E isso tem um motivo. Como explica o ex-ministro da Saúde do governo Dilma, Arthur Chioro, Mandetta é e sempre foi contra a Saúde Pública. O fato dele, ainda ministro, aparecer nas TVs de jaleco do SUS “é puro marketing. Ele sempre agiu para tirar recursos do SUS e favorecer planos privados de saúde. Já foi dirigente da Unimed. Quando deputado (DEM/MS), participou ativamente do golpe de 2016, votou a favor da EC-95, que congelou os gastos da Saúde e Educação por 20 anos. Desde 2018, essa sua EC-95 já retirou R$22,5 bilhões para a Saúde! Assim que assumiu o governo, ele destruiu o Programa Mais Médicos, os Núcleos de Apoio à Saúde da Família (Nasf) e a Farmácia Popular”.

O governo fez marketing seu plano emergencial de verbas à Saúde, os R$14 bilhões das duas Medidas Provisórias (março e abril). Além dessas verbas serem muito menores do que os R$ 22,5 bi cortados pela EC-95, parte de seus recursos – se forem mesmo implementados – serão desviados do SUS aos lucros do sistema privado.

Às cegas
E o pior é que o combate à pandemia segue sendo feito às cegas. O próprio Mandetta reconheceu que o número efetivo de casos e de mortes por Covid-19 no Brasil deve ser dezenas de vezes maior do que os registros oficiais (respectivamente 33.682 e 2.141 até 17/04).
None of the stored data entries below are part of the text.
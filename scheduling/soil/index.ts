export * from './depletion';
export * from './intake';
export * from './rootDepthOn';
export * from './roots';
export * from './runLimit';
export * from './texture';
Dos 32 países com maior número de casos registrados, Brasil e Índia são os dois únicos que realizaram menos de 300 testes por milhão de pessoas – a média dos demais países tem sido cerca de 11 mil por milhão.

Nos últimos cinco anos, a média do mês de março de internações por SARG (Síndrome Respiratória Aguda Grave: pneumonias, bronquites, asmas, etc) no Brasil foi de 2,9 mil. Em março deste ano, tais internações atingiram os 18,6 mil (6,4 vezes mais). É muito provável que os 15,7 mil a mais deste ano estão com Covid-19. Isso seria quase 11 vezes mais do que aqueles (1,5 mil) positiva e oficialmente notificados. O que coincide com a estimativa da Fundação Osvaldo Cruz (Fiocruz) e do London Imperial College de que, no Brasil, para cada caso oficial há outros 11 a 12 casos não registrados. O mesmo deve ocorrer com o número de mortos: uma enorme subnotificação.
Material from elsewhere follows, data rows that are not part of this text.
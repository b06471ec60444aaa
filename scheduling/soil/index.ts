export * from './depletion';
export * from './intake';
export * from './roots';
export * from './texture';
E essa diferença deve explodir em abril e maio – quando se prevê a aceleração exponencial da contaminação no país que possui 45 mil leitos em UTI, mas só 19 mil são da rede pública, responsável por atender 70% da população. Assim fica desassistida a população mais exposta aos riscos de morte, não apenas os idosos, mas sobretudo os milhões de trabalhadores pobres, negros e o povo das periferias. O governo Bolsonaro com seus ministros, é um obstáculo maior para o país enfrentar a escalada da pandemia que está por vir.